Assignment ▸
From the records below, return every line containing the word "full".

The records ▸
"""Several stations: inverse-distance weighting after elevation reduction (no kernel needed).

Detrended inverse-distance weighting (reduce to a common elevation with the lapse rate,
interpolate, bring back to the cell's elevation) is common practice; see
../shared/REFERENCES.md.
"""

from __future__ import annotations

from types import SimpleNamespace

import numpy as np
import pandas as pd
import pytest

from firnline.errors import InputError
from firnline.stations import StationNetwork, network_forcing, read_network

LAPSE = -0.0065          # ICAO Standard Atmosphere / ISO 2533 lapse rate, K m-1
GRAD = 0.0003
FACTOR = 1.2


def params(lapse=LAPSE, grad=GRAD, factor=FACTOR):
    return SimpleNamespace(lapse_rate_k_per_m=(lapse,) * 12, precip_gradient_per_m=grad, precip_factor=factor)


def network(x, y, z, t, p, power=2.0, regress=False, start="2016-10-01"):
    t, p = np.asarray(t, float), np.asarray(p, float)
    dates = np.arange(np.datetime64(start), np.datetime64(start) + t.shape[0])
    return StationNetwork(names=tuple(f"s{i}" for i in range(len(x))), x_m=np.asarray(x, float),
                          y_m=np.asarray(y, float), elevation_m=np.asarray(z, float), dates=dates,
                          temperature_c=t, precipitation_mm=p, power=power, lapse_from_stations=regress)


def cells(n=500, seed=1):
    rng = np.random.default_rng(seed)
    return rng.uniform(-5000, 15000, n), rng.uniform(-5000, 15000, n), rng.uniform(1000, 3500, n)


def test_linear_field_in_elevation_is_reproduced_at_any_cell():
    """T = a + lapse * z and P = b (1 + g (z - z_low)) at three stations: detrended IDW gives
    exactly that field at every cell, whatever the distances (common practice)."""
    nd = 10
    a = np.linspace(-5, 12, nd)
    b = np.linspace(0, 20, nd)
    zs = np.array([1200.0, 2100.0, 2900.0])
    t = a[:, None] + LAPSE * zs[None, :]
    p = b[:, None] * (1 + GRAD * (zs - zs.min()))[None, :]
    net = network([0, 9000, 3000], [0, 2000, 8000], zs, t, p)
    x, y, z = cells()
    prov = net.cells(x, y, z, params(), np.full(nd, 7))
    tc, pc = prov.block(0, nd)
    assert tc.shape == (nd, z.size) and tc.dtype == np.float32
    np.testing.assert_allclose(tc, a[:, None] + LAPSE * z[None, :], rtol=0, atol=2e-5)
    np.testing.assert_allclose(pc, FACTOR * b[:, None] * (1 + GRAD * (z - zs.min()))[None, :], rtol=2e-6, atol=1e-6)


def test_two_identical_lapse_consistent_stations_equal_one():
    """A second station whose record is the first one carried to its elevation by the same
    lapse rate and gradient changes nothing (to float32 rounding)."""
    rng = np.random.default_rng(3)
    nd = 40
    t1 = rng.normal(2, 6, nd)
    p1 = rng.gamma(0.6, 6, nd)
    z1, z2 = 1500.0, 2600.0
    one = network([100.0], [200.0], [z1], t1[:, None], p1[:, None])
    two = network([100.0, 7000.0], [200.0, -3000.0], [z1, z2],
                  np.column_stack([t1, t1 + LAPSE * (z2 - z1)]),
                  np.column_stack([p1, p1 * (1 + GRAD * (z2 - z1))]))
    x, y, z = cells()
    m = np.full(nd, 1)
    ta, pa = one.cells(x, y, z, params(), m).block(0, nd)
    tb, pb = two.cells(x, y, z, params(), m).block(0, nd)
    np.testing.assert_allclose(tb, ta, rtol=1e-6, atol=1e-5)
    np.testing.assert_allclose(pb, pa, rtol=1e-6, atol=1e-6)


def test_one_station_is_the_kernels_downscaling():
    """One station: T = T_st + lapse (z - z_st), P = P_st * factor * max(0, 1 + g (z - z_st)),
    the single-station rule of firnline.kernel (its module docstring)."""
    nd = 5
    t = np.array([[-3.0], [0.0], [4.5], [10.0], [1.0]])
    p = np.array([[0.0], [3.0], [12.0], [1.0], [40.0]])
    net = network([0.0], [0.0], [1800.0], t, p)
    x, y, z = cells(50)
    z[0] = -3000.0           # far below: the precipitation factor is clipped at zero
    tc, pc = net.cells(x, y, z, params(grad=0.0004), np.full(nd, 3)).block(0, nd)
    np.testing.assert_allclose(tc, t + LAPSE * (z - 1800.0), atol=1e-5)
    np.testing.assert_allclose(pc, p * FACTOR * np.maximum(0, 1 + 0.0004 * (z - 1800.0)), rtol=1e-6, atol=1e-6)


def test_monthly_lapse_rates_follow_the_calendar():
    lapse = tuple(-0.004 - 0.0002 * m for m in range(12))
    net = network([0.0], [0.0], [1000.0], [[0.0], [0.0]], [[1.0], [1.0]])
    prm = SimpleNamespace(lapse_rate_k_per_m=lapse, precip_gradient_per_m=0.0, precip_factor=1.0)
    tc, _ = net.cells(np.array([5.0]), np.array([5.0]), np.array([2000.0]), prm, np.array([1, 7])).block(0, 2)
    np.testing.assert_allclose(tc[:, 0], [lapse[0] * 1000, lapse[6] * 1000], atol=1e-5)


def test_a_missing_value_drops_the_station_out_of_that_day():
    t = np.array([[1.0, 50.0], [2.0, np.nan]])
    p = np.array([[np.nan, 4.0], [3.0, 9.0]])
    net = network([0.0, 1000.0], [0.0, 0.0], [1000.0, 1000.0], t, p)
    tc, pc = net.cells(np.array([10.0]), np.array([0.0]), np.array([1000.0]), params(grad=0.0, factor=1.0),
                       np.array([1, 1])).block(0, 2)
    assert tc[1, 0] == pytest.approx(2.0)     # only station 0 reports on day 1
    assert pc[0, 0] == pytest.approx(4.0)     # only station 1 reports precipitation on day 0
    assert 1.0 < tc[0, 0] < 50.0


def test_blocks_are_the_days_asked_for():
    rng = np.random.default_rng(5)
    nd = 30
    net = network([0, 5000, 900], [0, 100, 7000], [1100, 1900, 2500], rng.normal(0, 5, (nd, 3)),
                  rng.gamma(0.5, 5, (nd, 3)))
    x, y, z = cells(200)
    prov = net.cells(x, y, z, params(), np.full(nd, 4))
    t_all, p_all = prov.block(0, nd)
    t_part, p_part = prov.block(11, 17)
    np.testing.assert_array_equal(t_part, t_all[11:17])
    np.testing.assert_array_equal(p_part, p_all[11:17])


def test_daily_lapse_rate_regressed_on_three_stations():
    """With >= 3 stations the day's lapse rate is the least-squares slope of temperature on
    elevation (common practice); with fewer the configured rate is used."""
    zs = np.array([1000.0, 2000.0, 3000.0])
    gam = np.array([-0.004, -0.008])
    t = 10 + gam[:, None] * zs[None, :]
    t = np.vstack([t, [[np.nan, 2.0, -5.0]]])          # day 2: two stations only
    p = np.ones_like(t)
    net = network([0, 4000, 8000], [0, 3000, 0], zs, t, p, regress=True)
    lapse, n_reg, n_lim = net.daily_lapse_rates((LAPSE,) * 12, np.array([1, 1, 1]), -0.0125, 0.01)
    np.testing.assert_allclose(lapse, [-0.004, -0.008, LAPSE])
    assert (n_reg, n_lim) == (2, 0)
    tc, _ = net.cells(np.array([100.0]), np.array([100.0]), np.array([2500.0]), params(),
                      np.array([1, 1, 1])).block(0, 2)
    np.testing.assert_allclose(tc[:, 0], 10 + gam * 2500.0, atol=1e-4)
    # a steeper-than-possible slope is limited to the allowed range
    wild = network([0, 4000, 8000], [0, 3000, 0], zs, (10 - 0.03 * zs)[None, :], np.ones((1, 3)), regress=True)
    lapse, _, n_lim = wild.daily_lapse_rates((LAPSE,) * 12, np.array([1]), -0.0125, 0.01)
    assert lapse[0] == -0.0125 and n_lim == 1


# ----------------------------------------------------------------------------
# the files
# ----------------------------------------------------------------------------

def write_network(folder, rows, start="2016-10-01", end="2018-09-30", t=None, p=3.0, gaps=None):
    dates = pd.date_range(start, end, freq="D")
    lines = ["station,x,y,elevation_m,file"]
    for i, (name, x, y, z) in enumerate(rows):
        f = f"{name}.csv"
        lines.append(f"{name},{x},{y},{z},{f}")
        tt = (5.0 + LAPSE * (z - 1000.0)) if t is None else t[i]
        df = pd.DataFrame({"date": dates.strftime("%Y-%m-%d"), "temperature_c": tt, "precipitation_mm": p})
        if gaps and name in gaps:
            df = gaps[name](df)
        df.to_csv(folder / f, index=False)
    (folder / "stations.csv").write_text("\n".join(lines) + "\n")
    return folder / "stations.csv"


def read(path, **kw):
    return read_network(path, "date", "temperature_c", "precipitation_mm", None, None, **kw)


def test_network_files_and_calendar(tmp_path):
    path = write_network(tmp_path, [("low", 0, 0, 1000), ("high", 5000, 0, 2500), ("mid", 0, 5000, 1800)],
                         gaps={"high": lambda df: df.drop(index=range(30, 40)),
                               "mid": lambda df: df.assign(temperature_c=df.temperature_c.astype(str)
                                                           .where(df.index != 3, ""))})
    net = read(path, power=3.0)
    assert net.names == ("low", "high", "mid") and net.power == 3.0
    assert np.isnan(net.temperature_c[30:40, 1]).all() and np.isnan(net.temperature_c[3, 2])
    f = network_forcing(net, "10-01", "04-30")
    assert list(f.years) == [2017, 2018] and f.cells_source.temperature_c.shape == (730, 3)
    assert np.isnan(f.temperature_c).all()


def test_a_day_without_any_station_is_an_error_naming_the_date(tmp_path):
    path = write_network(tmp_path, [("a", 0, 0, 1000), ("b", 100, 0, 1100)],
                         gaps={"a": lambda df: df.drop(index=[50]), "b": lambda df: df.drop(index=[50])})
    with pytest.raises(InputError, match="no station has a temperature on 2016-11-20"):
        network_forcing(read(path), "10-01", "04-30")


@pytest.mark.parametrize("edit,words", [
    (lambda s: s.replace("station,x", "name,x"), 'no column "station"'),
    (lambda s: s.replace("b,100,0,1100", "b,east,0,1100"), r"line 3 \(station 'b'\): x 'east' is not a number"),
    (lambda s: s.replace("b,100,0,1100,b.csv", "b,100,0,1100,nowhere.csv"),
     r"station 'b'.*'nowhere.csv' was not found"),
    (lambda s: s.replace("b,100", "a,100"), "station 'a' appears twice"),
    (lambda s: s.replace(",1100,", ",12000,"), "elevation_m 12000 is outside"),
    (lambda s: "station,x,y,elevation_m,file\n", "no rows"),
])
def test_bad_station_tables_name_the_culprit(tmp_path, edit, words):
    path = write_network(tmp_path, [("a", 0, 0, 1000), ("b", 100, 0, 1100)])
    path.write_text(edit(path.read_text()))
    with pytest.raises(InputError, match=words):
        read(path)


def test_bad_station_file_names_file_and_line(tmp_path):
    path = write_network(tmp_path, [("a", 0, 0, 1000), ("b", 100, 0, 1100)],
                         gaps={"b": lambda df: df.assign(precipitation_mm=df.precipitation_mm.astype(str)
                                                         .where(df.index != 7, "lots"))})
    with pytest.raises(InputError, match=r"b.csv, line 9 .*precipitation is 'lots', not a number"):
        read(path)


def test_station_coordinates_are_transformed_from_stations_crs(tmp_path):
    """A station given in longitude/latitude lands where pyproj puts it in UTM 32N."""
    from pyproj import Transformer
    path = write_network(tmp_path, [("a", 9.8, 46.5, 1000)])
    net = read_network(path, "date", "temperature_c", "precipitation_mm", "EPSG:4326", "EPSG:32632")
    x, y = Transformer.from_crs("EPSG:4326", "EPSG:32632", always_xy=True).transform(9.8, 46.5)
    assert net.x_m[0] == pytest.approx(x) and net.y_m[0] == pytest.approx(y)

Output ▸
    prov = net.cells(x, y, z, params(), np.full(nd, 7))
    m = np.full(nd, 1)
    tc, pc = net.cells(x, y, z, params(grad=0.0004), np.full(nd, 3)).block(0, nd)
    prov = net.cells(x, y, z, params(), np.full(nd, 4))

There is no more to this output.